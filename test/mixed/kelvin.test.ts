import { describe, it, expect } from 'vitest';
import { CONSTANTS, EV_SI, KB_SI, UNITS, DIM } from '../../server/src/expr/constants';
import { formatDimension, sameDimension } from '../../server/src/expr/units';
import { checkExpression } from '../../server/src/expr/check';
import { constant, parse, scopeFor } from '../expr/helpers';

const rel = (a: number, b: number) => Math.abs(a - b) / Math.abs(b);

describe('the kelvin and the Boltzmann constant', () => {
  it('k_B is the exact SI value (CODATA 2018)', () => {
    // SI brochure 9th ed. / CODATA 2018: k = 1.380649e-23 J/K exactly (7 significant digits, all exact).
    expect(KB_SI).toBe(1.380649e-23);
    expect(CONSTANTS.get('k_B')!.si).toBe(1.380649e-23);
    // CODATA 2018: k in eV/K = 8.617333262...e-5 (exact, printed with "..."): the printed digits are a prefix.
    const evPerK = KB_SI / EV_SI;
    expect(evPerK - 8.617333262e-5).toBeGreaterThanOrEqual(0);
    expect(evPerK - 8.617333262e-5).toBeLessThan(1e-14);
    // CODATA 2018: k/h = 2.083661912...e10 Hz/K (exact, printed with "..."; the last printed digit is 10 Hz/K).
    const hzPerK = KB_SI / 6.62607015e-34;
    expect(hzPerK - 2.083661912e10).toBeGreaterThanOrEqual(0);
    expect(hzPerK - 2.083661912e10).toBeLessThan(10);
  });

  it('K is a temperature unit of its own dimension, not a units-line unit', () => {
    const k = UNITS.get('K')!;
    expect(k.kind).toBe('temperature');
    expect(k.si).toBe(1);
    expect(sameDimension(k.dimension, DIM.temperature)).toBe(true);
    expect(sameDimension(k.dimension, DIM.none)).toBe(false);
    expect(formatDimension(DIM.temperature)).toBe('temperature');
    // No other unit or constant is spelled K or k_B (a collision would silently replace one of them).
    expect([...UNITS.keys()].filter((n) => n === 'K')).toHaveLength(1);
    expect(UNITS.has('k_B')).toBe(false);
  });

  it('k_B * 300 K is 25.852... meV in a file with units nm, meV', () => {
    // Derived in this comment: 1.380649e-23 * 300 / 1.602176634e-22 = 25.851999786435... meV.
    const v = constant('k_B * 300 K', scopeFor(['nm', 'meV'])).re;
    expect(rel(v, (1.380649e-23 * 300) / 1.602176634e-22)).toBeLessThan(1e-15);
    expect(Math.abs(v - 25.851999786435)).toBeLessThan(1e-11);
  });

  it('a temperature is not an energy: the checker says so', () => {
    const scope = scopeFor(['nm', 'meV']);
    const bad = checkExpression(parse('300 K'), scope, DIM.energy, 'the depth');
    expect(bad.diagnostics.map((d) => d.code)).toEqual(['units']);
    expect(bad.diagnostics[0]!.message).toContain('temperature');
    const good = checkExpression(parse('k_B * 300 K'), scope, DIM.energy, 'the depth');
    expect(good.diagnostics).toEqual([]);
    expect(checkExpression(parse('(300 K)^2 / K'), scope, DIM.temperature, 'a temperature').diagnostics).toEqual([]);
  });

  it('K on a units line is refused as a temperature unit', async () => {
    const { makeUnitSystem } = await import('../../server/src/expr/units');
    const u = makeUnitSystem([
      { name: 'nm', span: { start: 0, end: 2 } },
      { name: 'meV', span: { start: 4, end: 7 } },
      { name: 'K', span: { start: 9, end: 10 } },
    ]);
    expect(u.result).toBeNull();
    expect(u.diagnostics.map((d) => [d.code, d.start])).toEqual([['units', 9]]);
  });
});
------------------------------------------------------------------------
* _REQUIRED WORK_
Repeat only the lines running from the line that contains "expect(u.result).toBeNull();" through the last line above, inclusive.

* _RESULT BELOW_
    expect(u.result).toBeNull();
    expect(u.diagnostics.map((d) => [d.code, d.start])).toEqual([['units', 9]]);
  });
});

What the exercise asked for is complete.